Rescued from the Heart of Darkness – Friday, April 13th, 1945 - davesailer
https://flashbak.com/the-true-story-of-the-holocaust-train-rescued-from-the-heart-of-darkness-friday-april-13th-1945-416548/
======
sysbin
‘I cannot believe, today, that the world almost ignored those people and what
was happening. How could we have all stood by and have let that happen? They
do not owe us anything. We owe them, for what we allowed to happen to them.’ –
Carrol Walsh, Liberator

I struggle to not think the same problem is still happening today in society.

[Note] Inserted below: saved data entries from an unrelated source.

/* SPDX-License-Identifier: GPL-3.0-or-later */
/* message_rows.h: the messages of a *_messages.h header as rows, and which malformed input earns
 * each. */
#ifndef TERRACE_TEST_MESSAGE_ROWS_H
#define TERRACE_TEST_MESSAGE_ROWS_H

#include <stddef.h>

#include "base/status.h"

/* Adds the rows of directory/name.h, read from the header itself. */
void message_rows_read(const char *directory, const char *name);
/* Asserts that a fault of e, as it is printed, holds `expected`, and that no other case earned its
 * row. */
void message_rows_earn(const struct err *e, const char *expected, const char *by);
/* Asserts that every row was earned; returns how many there are. */
size_t message_rows_all_earned(void);
void message_rows_forget(void);

#endif
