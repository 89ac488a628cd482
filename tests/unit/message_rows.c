/* SPDX-License-Identifier: GPL-3.0-or-later */
/* message_rows.c: the messages of a header as rows, and which malformed input earns each. */
#include "message_rows.h"

#include <CUnit/CUnit.h>

#include "design_files.h"

enum { MESSAGES_MAX = 200, ANY_TEXT = '\1' };

struct message {
    char *name, *pattern; /* ANY_TEXT stands for what a conversion prints */
    size_t literal;       /* characters that are fixed */
    char *hit_by;         /* the malformed design, or NULL */
};

static struct message messages[MESSAGES_MAX];
static size_t message_count;

/* --- the rows, from the headers themselves --- */

/* Behind a conversion specification that starts at s. */
static const char *conversion_end(const char *s)
{
    s += strcspn(s + 1, "sduxcfgX%") + 2;
    return s;
}

/* A string literal's inside as a pattern; escapes resolved. Returns the closing quote. */
static const char *add_literal(const char *s, struct text *pattern)
{
    const char any = ANY_TEXT;

    while (*s != '"' && *s != '\0') {
        if (*s == '%' && s[1] != '%') {
            text_add_n(pattern, &any, 1);
            s = conversion_end(s);
            continue;
        }
        if (*s == '\\' || *s == '%')
            s++;
        text_add_n(pattern, s++, 1);
    }
    return s;
}

static void add_message(const char *name, size_t length, const char *line_end, const char *s)
{
    struct message *m = &messages[message_count];
    struct text pattern = TEXT_INIT;

    for (; s < line_end; s++)
        if (*s == '"')
            s = add_literal(s + 1, &pattern);
    if (pattern.length == 0 || message_count == MESSAGES_MAX)
        return; /* an include guard */
    m->name = mem_text_n(name, length);
    for (const char *p = text_s(&pattern); *p != '\0'; p++)
        m->literal += *p != ANY_TEXT;
    m->pattern = text_take(&pattern);
    message_count++;
}

void message_rows_read(const char *directory, const char *name)
{
    struct text bytes = file_bytes(directory, name, ".h");
    const char *s = text_s(&bytes);

    while ((s = strstr(s, "#define ")) != NULL) {
        const char *end = s;

        s += strlen("#define ");
        do
            end = strchr(end + 1, '\n');
        while (end != NULL && end[-1] == '\\');
        if (end == NULL)
            break;
        add_message(s, strcspn(s, " \n\\"), end, s);
        s = end;
    }
    text_release(&bytes);
}

static bool matches(const char *pattern, const char *s)
{
    for (; *pattern != ANY_TEXT; pattern++, s++) {
        if (*pattern != *s)
            return false;
        if (*s == '\0')
            return true;
    }
    for (;; s++) {
        if (matches(pattern + 1, s))
            return true;
        if (*s == '\0')
            return false;
    }
}

/* The row with the most fixed characters among those that fit. */
static struct message *message_of(const char *text)
{
    struct message *best = NULL;

    for (size_t i = 0; i < message_count; i++)
        if (matches(messages[i].pattern, text) &&
            (best == NULL || messages[i].literal > best->literal))
            best = &messages[i];
    return best;
}

/* The first fault whose line holds `expected`. */
static const struct fault *fault_with(const struct err *e, const char *expected)
{
    for (size_t i = 0; i < e->count; i++) {
        struct err one = {e->status, 1, 1, &e->faults[i]};
        struct text line = TEXT_INIT;
        bool found;

        err_text(&one, &line);
        found = strstr(text_s(&line), expected) != NULL;
        text_release(&line);
        if (found)
            return &e->faults[i];
    }
    return NULL;
}

void message_rows_earn(const struct err *e, const char *expected, const char *by)
{
    const struct fault *fault = fault_with(e, expected);
    struct message *m;

    if (fault == NULL)
        printf("# %s does not say: %s\n", by, expected);
    CU_ASSERT_PTR_NOT_NULL_FATAL(fault);
    m = message_of(fault->message);
    CU_ASSERT_PTR_NOT_NULL_FATAL(m);
    if (m->hit_by != NULL)
        printf("# %s and %s both earn %s\n", by, m->hit_by, m->name);
    CU_ASSERT_PTR_NULL(m->hit_by);
    mem_free(m->hit_by);
    m->hit_by = mem_text(by);
}

size_t message_rows_all_earned(void)
{
    for (size_t i = 0; i < message_count; i++) {
        if (messages[i].hit_by == NULL)
            printf("# nothing earns %s\n", messages[i].name);
        CU_ASSERT_PTR_NOT_NULL(messages[i].hit_by);
    }
    return message_count;
}

void message_rows_forget(void)
{
    for (size_t i = 0; i < message_count; i++) {
        mem_free(messages[i].name);
        mem_free(messages[i].pattern);
        mem_free(messages[i].hit_by);
    }
    message_count = 0;
}
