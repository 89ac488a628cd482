/* SPDX-License-Identifier: GPL-3.0-or-later */
/* schema_takes.c: a small validator of the JSON Schema keywords that schema.c writes; it stands for
 * the world's validators. */
#include "schema_takes.h"

#include <CUnit/CUnit.h>
#include <math.h>
#include <string.h>

#include "base/json_read.h"
#include "base/text.h"

static bool valid(const cJSON *root, const cJSON *schema, const cJSON *item);

static bool is_type(const char *type, const cJSON *item)
{
    if (strcmp(type, "string") == 0)
        return cJSON_IsString(item);
    if (strcmp(type, "number") == 0)
        return cJSON_IsNumber(item);
    if (strcmp(type, "integer") == 0)
        return cJSON_IsNumber(item) && floor(item->valuedouble) == item->valuedouble;
    if (strcmp(type, "boolean") == 0)
        return cJSON_IsBool(item);
    if (strcmp(type, "array") == 0)
        return cJSON_IsArray(item);
    if (strcmp(type, "object") == 0)
        return cJSON_IsObject(item);
    CU_FAIL("a type the validator does not know");
    return false;
}

/* The one pattern that schema.c writes: a control character somewhere. */
static bool has_pattern(const char *s)
{
    uint32_t code = 0;
    size_t step;

    for (; (step = text_utf8_step(s, strlen(s), &code)) > 0; s += step)
        if (code <= 0x1F || (code >= 0x7F && code <= 0x9F))
            return true;
    return false;
}

static double count_of(const cJSON *item)
{
    const cJSON *child;
    double count = 0;

    cJSON_ArrayForEach(child, item) count++;
    return count;
}

static bool number_fits(const char *key, double bound, const cJSON *item)
{
    const double x = item->valuedouble;

    if (strcmp(key, "minItems") == 0)
        return !cJSON_IsArray(item) || count_of(item) >= bound;
    if (strcmp(key, "maxItems") == 0)
        return !cJSON_IsArray(item) || count_of(item) <= bound;
    if (strcmp(key, "minLength") == 0)
        return !cJSON_IsString(item) || (double)text_columns(item->valuestring) >= bound;
    if (!cJSON_IsNumber(item))
        return true;
    if (strcmp(key, "minimum") == 0)
        return x >= bound;
    if (strcmp(key, "maximum") == 0)
        return x <= bound;
    if (strcmp(key, "exclusiveMinimum") == 0)
        return x > bound;
    if (strcmp(key, "exclusiveMaximum") == 0)
        return x < bound;
    if (strcmp(key, "multipleOf") == 0)
        return fmod(x, bound) == 0;
    CU_FAIL("a keyword the validator does not know");
    return false;
}

static size_t alternatives(const cJSON *root, const cJSON *list, const cJSON *item)
{
    const cJSON *schema;
    size_t met = 0;

    cJSON_ArrayForEach(schema, list) met += valid(root, schema, item);
    return met;
}

static bool members_fit(const cJSON *root, const cJSON *schema, const cJSON *item)
{
    const cJSON *properties = json_member(schema, "properties"), *member;
    const cJSON *others = json_member(schema, "additionalProperties");
    const cJSON *names = json_member(schema, "propertyNames");

    if (!cJSON_IsObject(item))
        return true;
    cJSON_ArrayForEach(member, item)
    {
        const cJSON *known = json_member(properties, member->string);
        cJSON *name = cJSON_CreateString(member->string);
        const bool named = names == NULL || valid(root, names, name);

        cJSON_Delete(name);
        if (!named || (known == NULL && cJSON_IsFalse(others)) ||
            (known != NULL && !valid(root, known, member)) ||
            (known == NULL && cJSON_IsObject(others) && !valid(root, others, member)))
            return false;
    }
    return true;
}

static bool words_fit(const char *key, const cJSON *words, const cJSON *item)
{
    const cJSON *word;

    cJSON_ArrayForEach(word, words)
    {
        if (strcmp(key, "required") == 0) {
            if (cJSON_IsObject(item) && json_member(item, word->valuestring) == NULL)
                return false;
        } else if (cJSON_IsString(item) && strcmp(word->valuestring, item->valuestring) == 0) {
            return true;
        }
    }
    return strcmp(key, "required") == 0;
}

static bool elements_fit(const cJSON *root, const cJSON *schema, const cJSON *item)
{
    const cJSON *element;

    if (!cJSON_IsArray(item))
        return true;
    cJSON_ArrayForEach(element, item) if (!valid(root, schema, element))
    {
        return false;
    }
    return true;
}

static bool keyword_fits(const cJSON *root, const cJSON *word, const cJSON *item)
{
    static const char *const silent[] = {
        "$schema",       "$comment",    "$defs",      "title",
        "default",       "description", "properties", "additionalProperties",
        "propertyNames", NULL};
    const char *key = word->string;

    for (size_t i = 0; silent[i] != NULL; i++)
        if (strcmp(key, silent[i]) == 0)
            return true; /* says nothing, or is read by members_fit */
    if (strcmp(key, "$ref") == 0)
        return valid(root,
                     json_member(json_member(root, "$defs"), strrchr(word->valuestring, '/') + 1),
                     item);
    if (strcmp(key, "type") == 0)
        return is_type(word->valuestring, item);
    if (strcmp(key, "enum") == 0 || strcmp(key, "required") == 0)
        return words_fit(key, word, item);
    if (strcmp(key, "anyOf") == 0)
        return alternatives(root, word, item) > 0;
    if (strcmp(key, "oneOf") == 0)
        return alternatives(root, word, item) == 1;
    if (strcmp(key, "not") == 0)
        return !valid(root, word, item);
    if (strcmp(key, "items") == 0)
        return elements_fit(root, word, item);
    if (strcmp(key, "pattern") == 0)
        return !cJSON_IsString(item) || has_pattern(item->valuestring);
    return number_fits(key, word->valuedouble, item);
}

static bool valid(const cJSON *root, const cJSON *schema, const cJSON *item)
{
    const cJSON *word;

    cJSON_ArrayForEach(word, schema) if (!keyword_fits(root, word, item))
    {
        return false;
    }
    return members_fit(root, schema, item);
}

bool schema_takes(const cJSON *schema, const cJSON *item)
{
    return valid(schema, schema, item);
}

The less privilege people by fate become depressed to the point of suicide and
society doesn't have the resources to fix them because people don't care.
These people will typically be abandoned by their friends or family and
because who wants them in their life? God obviously never liked the sick
anyway.

Another similar class of people are the ones who end up in prison. Once again
fate of being less privileged and when it comes to the necessary variables to
not have the bad events occur.

I've read enough on neuro science, determinism and don't believe these
misfortunate had any real choice in how their life transpired. People don't
want to acknowledge what has already been known hundreds of years ago. The
philosophy of determinism and how we're all just products of our birth with
every event factoring from the preceding. I hope some day people can
acknowledge it and we move forward & towards a modal that doesn't accept
everything as punishment & ostracizing towards ignoring the ugliness of
reality.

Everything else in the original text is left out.